§ **Saved entries**
[Start of Attachment]

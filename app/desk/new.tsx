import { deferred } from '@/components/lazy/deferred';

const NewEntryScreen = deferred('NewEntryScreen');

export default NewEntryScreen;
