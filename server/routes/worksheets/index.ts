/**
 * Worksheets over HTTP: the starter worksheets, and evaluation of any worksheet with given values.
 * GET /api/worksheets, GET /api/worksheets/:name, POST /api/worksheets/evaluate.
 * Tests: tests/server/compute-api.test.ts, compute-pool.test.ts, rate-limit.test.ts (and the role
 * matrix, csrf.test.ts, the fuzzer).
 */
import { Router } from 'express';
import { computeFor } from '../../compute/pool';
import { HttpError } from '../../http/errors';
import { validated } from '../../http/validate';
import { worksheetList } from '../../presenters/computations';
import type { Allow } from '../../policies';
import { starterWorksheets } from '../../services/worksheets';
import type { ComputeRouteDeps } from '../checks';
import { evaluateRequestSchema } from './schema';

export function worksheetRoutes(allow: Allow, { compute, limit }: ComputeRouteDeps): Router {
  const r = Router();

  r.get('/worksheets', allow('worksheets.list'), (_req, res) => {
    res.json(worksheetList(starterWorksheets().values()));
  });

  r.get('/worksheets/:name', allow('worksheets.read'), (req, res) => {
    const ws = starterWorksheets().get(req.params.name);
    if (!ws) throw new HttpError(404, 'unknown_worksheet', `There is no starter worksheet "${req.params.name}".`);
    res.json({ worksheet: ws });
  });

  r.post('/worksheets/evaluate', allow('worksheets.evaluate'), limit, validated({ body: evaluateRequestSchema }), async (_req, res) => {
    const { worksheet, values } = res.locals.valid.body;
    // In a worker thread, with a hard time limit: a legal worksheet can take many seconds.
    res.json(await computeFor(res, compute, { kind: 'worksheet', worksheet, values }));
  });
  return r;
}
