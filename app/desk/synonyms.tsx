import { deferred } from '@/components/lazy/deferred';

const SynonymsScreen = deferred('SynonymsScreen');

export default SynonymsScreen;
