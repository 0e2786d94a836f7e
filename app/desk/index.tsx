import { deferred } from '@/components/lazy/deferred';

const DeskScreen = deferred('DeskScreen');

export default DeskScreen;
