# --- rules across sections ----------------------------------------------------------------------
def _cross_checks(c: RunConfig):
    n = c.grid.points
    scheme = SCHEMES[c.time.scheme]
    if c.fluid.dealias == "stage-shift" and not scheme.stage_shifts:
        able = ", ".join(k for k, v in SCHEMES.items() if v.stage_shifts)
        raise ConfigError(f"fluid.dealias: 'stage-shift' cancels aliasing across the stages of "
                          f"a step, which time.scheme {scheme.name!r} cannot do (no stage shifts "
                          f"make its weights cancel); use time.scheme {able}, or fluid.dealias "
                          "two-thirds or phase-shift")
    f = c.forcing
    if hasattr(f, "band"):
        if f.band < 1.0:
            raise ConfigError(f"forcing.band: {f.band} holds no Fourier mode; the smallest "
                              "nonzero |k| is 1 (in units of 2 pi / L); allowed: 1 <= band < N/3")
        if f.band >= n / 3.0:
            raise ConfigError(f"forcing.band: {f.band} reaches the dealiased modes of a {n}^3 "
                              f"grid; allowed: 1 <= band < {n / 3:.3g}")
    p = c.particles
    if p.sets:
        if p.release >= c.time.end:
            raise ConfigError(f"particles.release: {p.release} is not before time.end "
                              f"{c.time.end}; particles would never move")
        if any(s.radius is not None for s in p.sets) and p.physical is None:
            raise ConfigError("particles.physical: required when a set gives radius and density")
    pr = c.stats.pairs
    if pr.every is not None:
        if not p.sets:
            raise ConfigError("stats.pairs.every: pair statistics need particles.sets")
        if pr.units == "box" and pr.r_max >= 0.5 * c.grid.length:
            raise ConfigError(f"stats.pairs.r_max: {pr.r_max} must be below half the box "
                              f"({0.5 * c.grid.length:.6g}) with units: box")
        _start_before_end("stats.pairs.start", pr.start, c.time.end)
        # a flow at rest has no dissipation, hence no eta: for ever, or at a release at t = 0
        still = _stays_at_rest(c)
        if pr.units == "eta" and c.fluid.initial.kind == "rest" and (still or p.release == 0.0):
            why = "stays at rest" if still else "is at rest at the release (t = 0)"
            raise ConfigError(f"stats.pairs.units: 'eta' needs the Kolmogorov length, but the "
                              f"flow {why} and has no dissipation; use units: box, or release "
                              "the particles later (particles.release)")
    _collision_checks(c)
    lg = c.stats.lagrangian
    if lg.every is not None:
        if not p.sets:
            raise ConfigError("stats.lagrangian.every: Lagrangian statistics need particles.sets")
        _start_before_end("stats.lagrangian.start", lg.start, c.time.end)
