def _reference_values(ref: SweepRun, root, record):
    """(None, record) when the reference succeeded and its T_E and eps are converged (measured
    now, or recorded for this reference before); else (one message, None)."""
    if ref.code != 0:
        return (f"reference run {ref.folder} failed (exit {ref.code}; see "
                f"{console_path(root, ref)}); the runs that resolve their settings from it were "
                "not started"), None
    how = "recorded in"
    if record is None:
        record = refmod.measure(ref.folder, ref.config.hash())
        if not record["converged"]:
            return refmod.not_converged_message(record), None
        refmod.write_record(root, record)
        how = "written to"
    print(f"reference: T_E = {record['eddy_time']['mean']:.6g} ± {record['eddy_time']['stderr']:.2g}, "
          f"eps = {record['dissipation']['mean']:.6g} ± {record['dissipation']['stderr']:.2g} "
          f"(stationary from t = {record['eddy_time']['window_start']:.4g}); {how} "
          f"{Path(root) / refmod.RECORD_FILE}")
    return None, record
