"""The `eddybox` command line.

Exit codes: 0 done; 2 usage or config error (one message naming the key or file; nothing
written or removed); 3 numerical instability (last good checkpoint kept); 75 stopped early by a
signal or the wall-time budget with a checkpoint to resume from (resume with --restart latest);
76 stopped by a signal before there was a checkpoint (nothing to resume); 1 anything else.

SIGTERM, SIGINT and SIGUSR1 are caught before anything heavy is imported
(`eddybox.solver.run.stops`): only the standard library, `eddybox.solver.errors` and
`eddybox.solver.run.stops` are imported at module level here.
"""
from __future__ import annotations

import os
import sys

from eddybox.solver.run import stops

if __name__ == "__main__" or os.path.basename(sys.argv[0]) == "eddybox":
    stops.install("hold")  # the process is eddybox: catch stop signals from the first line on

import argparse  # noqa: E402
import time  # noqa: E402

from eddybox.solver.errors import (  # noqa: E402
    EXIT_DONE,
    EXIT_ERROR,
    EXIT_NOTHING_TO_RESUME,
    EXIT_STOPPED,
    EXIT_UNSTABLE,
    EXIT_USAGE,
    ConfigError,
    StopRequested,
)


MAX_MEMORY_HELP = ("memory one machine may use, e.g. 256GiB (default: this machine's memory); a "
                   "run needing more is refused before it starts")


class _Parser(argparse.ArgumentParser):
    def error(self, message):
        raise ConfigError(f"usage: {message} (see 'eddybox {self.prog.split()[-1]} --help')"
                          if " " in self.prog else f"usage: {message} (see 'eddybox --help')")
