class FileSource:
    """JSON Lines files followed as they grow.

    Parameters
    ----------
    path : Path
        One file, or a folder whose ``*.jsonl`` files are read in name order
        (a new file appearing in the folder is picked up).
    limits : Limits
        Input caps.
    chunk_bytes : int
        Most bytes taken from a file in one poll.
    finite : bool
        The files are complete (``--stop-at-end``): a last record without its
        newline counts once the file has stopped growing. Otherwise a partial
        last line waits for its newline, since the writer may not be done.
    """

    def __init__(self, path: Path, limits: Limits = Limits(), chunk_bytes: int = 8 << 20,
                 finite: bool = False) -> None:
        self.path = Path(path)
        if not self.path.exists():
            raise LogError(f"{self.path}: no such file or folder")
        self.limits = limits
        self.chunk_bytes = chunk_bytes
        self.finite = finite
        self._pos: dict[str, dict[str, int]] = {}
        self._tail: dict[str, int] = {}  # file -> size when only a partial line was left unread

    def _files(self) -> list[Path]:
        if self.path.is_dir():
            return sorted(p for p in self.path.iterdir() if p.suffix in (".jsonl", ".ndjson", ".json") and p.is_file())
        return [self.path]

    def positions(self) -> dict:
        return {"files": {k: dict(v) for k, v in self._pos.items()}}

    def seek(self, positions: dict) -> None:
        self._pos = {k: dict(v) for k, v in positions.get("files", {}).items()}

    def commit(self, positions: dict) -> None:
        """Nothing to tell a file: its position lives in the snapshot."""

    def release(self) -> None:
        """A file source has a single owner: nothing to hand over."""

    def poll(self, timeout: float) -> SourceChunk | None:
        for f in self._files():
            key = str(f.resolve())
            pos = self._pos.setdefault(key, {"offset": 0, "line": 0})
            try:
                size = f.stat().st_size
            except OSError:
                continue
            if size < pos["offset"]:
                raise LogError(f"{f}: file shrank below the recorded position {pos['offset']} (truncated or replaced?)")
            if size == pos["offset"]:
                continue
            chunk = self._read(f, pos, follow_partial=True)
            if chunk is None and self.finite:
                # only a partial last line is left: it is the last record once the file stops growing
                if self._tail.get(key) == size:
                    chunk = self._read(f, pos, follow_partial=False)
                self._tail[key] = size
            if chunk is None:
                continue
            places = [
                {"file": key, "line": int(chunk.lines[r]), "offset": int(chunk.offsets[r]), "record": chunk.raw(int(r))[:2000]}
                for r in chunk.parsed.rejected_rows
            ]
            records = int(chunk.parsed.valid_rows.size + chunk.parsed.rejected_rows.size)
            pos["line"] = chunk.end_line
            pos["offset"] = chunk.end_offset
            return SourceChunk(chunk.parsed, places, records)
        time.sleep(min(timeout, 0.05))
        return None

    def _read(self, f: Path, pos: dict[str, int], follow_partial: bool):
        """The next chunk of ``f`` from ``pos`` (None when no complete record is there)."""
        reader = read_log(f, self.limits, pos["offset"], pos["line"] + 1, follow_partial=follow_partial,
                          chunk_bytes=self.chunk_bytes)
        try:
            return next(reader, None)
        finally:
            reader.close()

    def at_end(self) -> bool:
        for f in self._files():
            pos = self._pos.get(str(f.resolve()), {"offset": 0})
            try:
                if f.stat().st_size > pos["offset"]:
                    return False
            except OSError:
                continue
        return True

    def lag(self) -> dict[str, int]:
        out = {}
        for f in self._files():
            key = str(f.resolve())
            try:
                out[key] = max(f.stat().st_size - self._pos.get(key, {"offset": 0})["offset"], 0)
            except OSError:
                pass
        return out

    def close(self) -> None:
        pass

[End of Attachment]
[Start of Attachment]

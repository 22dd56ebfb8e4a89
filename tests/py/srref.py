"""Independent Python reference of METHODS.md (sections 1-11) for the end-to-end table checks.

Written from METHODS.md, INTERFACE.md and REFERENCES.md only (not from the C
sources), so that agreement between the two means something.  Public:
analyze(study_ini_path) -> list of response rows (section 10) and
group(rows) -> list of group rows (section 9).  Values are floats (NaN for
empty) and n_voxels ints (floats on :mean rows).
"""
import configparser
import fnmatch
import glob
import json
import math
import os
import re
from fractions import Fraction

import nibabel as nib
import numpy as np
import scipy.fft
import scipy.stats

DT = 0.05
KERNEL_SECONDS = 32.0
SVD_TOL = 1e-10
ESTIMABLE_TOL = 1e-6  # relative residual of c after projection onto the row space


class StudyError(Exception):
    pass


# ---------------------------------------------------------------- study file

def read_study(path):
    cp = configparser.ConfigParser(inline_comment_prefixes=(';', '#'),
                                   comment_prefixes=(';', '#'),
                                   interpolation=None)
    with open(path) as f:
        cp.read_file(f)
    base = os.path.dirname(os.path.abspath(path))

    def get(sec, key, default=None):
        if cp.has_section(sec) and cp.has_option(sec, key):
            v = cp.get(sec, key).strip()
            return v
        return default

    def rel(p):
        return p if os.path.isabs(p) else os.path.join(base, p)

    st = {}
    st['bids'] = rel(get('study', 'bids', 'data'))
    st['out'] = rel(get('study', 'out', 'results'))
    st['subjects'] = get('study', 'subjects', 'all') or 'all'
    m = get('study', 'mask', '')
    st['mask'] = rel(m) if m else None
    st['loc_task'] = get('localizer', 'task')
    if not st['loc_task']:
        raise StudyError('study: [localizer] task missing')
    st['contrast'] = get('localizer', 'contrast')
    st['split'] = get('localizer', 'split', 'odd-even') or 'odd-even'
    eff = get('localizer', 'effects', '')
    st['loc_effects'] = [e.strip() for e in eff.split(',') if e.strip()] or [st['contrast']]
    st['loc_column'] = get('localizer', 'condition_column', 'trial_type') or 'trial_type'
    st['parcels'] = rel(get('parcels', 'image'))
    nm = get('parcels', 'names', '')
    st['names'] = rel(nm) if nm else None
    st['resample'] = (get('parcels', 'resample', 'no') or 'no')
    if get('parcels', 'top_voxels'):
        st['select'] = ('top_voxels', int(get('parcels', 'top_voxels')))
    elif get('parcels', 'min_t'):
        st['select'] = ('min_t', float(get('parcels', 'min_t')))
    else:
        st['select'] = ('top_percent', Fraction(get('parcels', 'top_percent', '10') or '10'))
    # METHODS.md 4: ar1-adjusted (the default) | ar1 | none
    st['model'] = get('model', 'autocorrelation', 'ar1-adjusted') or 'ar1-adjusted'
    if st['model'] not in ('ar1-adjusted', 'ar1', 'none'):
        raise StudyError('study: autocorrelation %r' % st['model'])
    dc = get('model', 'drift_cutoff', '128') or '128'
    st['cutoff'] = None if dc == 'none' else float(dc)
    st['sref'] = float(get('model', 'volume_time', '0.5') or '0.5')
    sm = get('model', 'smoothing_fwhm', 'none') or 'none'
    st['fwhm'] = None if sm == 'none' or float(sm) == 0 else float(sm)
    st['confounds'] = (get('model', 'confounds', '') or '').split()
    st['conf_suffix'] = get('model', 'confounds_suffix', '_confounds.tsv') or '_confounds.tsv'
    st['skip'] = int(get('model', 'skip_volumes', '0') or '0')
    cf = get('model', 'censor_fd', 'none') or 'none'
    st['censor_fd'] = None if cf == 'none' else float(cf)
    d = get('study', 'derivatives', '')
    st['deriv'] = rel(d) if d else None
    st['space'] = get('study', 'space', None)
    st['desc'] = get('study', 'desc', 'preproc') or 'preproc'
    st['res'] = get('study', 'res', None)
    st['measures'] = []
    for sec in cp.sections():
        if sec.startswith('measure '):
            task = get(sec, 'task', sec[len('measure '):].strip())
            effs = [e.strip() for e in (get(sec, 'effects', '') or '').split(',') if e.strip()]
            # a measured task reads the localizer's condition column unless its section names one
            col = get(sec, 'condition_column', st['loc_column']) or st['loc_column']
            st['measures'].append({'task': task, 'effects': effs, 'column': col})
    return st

[End of Attachment]

§ **TASK DETAILS**
Set down, exactly as they appear above, all lines from the one that has "from __future__ import annotations" down to the one that has "One file, or", including those two and no others.

§ **RESPONSE**
from __future__ import annotations

import os
import sys

from eddybox.solver.run import stops

if __name__ == "__main__" or os.path.basename(sys.argv[0]) == "eddybox":
    stops.install("hold")  # the process is eddybox: catch stop signals from the first line on

import argparse  # noqa: E402
import time  # noqa: E402

from eddybox.solver.errors import (  # noqa: E402
    EXIT_DONE,
    EXIT_ERROR,
    EXIT_NOTHING_TO_RESUME,
    EXIT_STOPPED,
    EXIT_UNSTABLE,
    EXIT_USAGE,
    ConfigError,
    StopRequested,
)


MAX_MEMORY_HELP = ("memory one machine may use, e.g. 256GiB (default: this machine's memory); a "
                   "run needing more is refused before it starts")


class _Parser(argparse.ArgumentParser):
    def error(self, message):
        raise ConfigError(f"usage: {message} (see 'eddybox {self.prog.split()[-1]} --help')"
                          if " " in self.prog else f"usage: {message} (see 'eddybox --help')")
class FileSource:
    """JSON Lines files followed as they grow.

    Parameters
    ----------
    path : Path
        One file, or a folder whose ``*.jsonl`` files are read in name order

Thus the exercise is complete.